◆ TASK INSTRUCTIONS
Copy word for word, please, the lines of the entries below running from the one containing "repository 5bc5a06a34d001f5" to the one containing "const loadEngine = ()", both ends included.
::::::::
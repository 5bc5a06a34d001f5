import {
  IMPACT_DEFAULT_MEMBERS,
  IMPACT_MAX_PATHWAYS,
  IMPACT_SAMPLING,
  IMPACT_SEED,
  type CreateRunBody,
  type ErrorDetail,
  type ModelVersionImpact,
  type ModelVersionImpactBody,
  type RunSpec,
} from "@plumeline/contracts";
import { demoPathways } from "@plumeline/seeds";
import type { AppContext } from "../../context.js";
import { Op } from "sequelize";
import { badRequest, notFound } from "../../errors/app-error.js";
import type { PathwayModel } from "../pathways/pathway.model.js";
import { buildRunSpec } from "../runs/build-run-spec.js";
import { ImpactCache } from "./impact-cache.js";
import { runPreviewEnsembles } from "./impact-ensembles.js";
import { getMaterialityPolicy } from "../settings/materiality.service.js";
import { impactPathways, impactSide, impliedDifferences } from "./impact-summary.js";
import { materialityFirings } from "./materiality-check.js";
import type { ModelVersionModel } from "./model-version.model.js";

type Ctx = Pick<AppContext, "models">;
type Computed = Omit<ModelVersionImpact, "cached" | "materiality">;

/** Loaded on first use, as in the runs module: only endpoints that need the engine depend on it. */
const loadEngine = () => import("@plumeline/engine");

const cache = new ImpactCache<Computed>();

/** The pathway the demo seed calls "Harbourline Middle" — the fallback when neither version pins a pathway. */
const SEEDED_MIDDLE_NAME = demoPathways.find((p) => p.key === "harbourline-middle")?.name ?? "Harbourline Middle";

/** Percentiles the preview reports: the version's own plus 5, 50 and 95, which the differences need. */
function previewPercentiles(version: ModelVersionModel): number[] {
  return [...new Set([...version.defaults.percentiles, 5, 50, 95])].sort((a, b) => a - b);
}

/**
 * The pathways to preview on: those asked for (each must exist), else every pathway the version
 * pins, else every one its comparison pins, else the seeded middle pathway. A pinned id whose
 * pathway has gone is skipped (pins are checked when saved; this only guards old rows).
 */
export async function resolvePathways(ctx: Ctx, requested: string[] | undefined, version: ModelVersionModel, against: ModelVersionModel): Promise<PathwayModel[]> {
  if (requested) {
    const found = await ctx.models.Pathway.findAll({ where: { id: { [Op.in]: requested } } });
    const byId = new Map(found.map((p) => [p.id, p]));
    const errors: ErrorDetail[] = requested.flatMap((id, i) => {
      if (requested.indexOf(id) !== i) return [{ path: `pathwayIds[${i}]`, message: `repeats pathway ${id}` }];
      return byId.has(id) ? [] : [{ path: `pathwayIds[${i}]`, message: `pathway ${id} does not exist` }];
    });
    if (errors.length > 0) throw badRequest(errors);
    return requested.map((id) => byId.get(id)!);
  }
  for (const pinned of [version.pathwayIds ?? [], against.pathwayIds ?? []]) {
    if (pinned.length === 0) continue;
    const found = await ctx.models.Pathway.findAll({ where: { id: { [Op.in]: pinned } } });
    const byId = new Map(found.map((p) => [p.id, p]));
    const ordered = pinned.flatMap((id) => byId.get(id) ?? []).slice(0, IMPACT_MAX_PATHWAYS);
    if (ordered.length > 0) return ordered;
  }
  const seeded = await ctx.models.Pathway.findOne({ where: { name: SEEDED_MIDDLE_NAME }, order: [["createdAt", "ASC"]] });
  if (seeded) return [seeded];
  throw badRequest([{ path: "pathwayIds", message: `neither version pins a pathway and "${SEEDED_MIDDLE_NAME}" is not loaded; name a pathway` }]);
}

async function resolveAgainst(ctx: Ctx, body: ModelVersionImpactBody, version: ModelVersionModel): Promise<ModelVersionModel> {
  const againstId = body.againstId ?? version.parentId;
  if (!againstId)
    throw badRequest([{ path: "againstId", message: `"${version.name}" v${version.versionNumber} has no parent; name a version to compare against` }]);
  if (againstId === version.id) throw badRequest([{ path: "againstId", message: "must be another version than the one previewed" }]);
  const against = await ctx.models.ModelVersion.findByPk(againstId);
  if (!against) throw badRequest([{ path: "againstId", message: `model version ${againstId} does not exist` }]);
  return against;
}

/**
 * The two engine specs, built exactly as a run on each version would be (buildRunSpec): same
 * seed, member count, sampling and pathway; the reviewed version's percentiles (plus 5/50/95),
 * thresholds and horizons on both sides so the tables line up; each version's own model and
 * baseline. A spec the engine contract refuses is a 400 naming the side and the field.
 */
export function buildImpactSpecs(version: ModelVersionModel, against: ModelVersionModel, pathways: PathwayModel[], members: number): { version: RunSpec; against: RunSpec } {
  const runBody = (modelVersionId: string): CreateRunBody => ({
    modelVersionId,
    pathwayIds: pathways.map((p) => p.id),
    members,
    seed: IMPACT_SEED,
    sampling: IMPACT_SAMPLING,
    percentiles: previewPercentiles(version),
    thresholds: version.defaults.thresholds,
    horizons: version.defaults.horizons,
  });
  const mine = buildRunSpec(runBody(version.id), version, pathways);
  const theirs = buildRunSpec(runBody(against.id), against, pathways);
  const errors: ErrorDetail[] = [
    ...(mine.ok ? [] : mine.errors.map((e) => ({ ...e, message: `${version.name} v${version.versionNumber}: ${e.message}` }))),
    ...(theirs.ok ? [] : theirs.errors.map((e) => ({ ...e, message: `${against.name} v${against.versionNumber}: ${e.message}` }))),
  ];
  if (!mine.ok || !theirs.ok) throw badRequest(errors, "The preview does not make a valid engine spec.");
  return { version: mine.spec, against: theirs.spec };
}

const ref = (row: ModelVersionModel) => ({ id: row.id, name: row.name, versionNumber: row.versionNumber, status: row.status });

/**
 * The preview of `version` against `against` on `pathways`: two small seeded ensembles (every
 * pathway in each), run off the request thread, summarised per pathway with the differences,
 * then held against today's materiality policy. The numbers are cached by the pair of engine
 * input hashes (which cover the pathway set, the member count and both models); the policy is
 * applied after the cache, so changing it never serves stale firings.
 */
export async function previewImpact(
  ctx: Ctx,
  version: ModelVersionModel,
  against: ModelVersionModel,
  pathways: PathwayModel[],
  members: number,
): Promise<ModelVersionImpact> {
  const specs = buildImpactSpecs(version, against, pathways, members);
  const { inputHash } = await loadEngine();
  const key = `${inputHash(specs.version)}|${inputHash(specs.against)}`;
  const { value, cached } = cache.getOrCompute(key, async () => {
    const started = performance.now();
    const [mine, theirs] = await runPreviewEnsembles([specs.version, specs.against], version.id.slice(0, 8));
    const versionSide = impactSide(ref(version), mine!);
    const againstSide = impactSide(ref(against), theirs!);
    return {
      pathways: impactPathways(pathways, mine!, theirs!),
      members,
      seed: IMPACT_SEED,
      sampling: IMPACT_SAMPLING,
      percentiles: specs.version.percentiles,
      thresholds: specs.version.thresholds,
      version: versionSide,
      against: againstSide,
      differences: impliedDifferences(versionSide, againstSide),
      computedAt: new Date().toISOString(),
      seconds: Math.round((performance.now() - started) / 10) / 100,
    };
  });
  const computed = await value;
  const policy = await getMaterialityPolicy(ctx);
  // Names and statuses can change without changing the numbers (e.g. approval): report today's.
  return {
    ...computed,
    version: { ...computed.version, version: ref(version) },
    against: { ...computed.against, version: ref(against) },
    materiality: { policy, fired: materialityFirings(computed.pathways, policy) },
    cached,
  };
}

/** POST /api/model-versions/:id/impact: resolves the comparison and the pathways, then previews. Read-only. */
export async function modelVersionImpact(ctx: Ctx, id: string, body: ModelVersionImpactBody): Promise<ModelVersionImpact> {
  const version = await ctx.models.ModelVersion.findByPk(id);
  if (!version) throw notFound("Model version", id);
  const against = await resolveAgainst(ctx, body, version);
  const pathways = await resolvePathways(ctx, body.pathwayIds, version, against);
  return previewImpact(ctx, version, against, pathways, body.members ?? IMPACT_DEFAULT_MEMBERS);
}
::::::::
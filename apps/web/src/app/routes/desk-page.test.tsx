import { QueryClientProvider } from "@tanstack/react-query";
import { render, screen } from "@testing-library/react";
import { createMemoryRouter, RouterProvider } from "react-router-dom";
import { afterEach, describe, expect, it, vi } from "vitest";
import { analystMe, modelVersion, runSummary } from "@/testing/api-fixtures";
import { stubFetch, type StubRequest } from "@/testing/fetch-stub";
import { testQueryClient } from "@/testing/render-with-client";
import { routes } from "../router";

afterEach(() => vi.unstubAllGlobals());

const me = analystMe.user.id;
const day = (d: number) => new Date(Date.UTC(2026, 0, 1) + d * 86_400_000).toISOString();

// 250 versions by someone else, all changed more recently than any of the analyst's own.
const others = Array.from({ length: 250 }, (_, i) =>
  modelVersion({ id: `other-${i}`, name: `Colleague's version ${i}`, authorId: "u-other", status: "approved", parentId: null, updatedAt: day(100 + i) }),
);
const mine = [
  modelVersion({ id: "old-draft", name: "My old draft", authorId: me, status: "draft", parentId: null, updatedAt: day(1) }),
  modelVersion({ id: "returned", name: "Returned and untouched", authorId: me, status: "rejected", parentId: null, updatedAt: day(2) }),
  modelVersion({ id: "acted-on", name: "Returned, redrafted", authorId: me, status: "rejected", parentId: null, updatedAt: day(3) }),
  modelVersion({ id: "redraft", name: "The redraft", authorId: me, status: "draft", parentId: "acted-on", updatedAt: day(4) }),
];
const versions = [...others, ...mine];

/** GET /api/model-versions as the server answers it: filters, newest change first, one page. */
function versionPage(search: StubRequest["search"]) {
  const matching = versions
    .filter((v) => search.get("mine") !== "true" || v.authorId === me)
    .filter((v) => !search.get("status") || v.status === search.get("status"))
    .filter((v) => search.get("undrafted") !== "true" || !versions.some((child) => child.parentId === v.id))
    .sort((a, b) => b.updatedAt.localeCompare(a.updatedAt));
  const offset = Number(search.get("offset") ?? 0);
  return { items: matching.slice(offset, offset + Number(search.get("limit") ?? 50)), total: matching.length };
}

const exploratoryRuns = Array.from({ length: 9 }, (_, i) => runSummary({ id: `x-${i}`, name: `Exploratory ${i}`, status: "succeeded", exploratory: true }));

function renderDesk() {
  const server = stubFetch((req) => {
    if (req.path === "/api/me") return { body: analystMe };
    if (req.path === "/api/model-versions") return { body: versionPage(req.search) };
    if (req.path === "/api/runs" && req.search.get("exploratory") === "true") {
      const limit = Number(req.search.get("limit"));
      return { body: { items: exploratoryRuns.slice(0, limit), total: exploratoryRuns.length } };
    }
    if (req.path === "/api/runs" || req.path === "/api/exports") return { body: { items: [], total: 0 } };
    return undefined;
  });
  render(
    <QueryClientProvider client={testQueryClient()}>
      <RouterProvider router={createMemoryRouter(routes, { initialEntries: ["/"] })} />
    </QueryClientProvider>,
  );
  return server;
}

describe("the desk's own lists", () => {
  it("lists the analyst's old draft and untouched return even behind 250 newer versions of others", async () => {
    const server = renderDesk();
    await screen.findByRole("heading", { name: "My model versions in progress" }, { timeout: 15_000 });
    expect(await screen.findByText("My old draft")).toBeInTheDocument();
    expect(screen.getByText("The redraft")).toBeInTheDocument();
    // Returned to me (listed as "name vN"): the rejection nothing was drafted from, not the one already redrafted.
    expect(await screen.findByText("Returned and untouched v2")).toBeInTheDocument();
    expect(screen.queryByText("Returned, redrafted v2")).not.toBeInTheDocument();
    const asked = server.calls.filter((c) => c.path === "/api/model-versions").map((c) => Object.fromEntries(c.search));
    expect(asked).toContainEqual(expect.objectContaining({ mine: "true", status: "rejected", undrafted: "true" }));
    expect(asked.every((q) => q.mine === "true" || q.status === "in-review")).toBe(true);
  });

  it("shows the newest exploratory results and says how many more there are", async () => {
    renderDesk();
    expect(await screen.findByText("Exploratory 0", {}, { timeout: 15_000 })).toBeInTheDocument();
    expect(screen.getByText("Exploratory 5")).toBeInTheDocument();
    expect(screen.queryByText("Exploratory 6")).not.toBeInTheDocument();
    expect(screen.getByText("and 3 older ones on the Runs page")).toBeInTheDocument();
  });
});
::::::::
◆ SOLUTION FOR THIS TASK
repository 5bc5a06a34d001f5
import {
  IMPACT_DEFAULT_MEMBERS,
  IMPACT_MAX_PATHWAYS,
  IMPACT_SAMPLING,
  IMPACT_SEED,
  type CreateRunBody,
  type ErrorDetail,
  type ModelVersionImpact,
  type ModelVersionImpactBody,
  type RunSpec,
} from "@plumeline/contracts";
import { demoPathways } from "@plumeline/seeds";
import type { AppContext } from "../../context.js";
import { Op } from "sequelize";
import { badRequest, notFound } from "../../errors/app-error.js";
import type { PathwayModel } from "../pathways/pathway.model.js";
import { buildRunSpec } from "../runs/build-run-spec.js";
import { ImpactCache } from "./impact-cache.js";
import { runPreviewEnsembles } from "./impact-ensembles.js";
import { getMaterialityPolicy } from "../settings/materiality.service.js";
import { impactPathways, impactSide, impliedDifferences } from "./impact-summary.js";
import { materialityFirings } from "./materiality-check.js";
import type { ModelVersionModel } from "./model-version.model.js";

type Ctx = Pick<AppContext, "models">;
type Computed = Omit<ModelVersionImpact, "cached" | "materiality">;

/** Loaded on first use, as in the runs module: only endpoints that need the engine depend on it. */
const loadEngine = () => import("@plumeline/engine");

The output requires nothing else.